Effects of horizontal pressure gradients on bed destabilization under waves
Résumé
We report on new experiments designed to investigate bed destabilization processes in
a two-dimensional wave flume physical model of a beach. The mobile bed consists of
non-cohesive granular material of low density. The wave conditions are provided by
repeating a cycle of waves made of two bichromatic groups of different period. The
horizontal and vertical velocities are acoustically profiled vertically from free-stream
elevation down to the still bed level in the surf zone. Additional measurements
of the fluid pressure at positions closely aligned horizontally and vertically in and
slightly above the sediment bed are undertaken. Mobile bed interfaces, still bed
and top interface, are detected via acoustic and optical methods. Both methods are
cross-compared and give similar results. Flow turbulence over the bed is analysed,
the Reynolds turbulent shear stress is found negligible compared to the orbital flow
induced momentum diffusion.
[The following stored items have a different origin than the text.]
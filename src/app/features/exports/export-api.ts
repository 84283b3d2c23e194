import { HttpClient } from '@angular/common/http';
import { inject, Injectable } from '@angular/core';
import { firstValueFrom } from 'rxjs';
import type { AnimationRequest, ExportDto, SheetRequest } from '../../../../shared/api/export.schema';

/** HTTP calls for a studio's exports (comparison sheets made in the background). */
@Injectable({ providedIn: 'root' })
export class ExportApi {
  private readonly http = inject(HttpClient);
  private readonly base = (studioId: string) => `/api/studios/${studioId}/exports`;

  async list(studioId: string): Promise<ExportDto[]> {
    return (await firstValueFrom(this.http.get<{ exports: ExportDto[] }>(this.base(studioId)))).exports;
  }
  async create(studioId: string, body: Partial<SheetRequest>): Promise<ExportDto> {
    return (await firstValueFrom(this.http.post<{ export: ExportDto }>(this.base(studioId), body))).export;
  }
  async createAnimation(studioId: string, body: Partial<AnimationRequest>): Promise<ExportDto> {
    return (await firstValueFrom(this.http.post<{ export: ExportDto }>(`${this.base(studioId)}/animations`, body))).export;
  }
  async cancel(studioId: string, id: string): Promise<ExportDto> {
    return (await firstValueFrom(this.http.post<{ export: ExportDto }>(`${this.base(studioId)}/${id}/cancel`, {}))).export;
  }
  async retry(studioId: string, id: string): Promise<ExportDto> {
    return (await firstValueFrom(this.http.post<{ export: ExportDto }>(`${this.base(studioId)}/${id}/retry`, {}))).export;
  }
  async remove(studioId: string, id: string): Promise<void> {
    await firstValueFrom(this.http.delete(`${this.base(studioId)}/${id}`));
  }
}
The shear stress and the horizontal pressure gradient
are computed at near-bed elevation and used in the bed incipient plug flow model of
Sleath (Cont. Shelf Res., vol. 19 (13), 1999, pp. 1643–1664). Both the model and the
measurements confirm that destabilization occurs when the non-dimensional pressure
gradient (or Sleath number) exceeds the threshold value of 0.3 which is simultaneous
with strong flow acceleration. The near-bottom fluid shear stress detected during these
flow accelerations at steep wave fronts is found experimentally to be negative, which
is retrieved with an unsteady plug flow model. This is suggesting that the fluid above
the bed resists the sediment layer motion at these particular phases.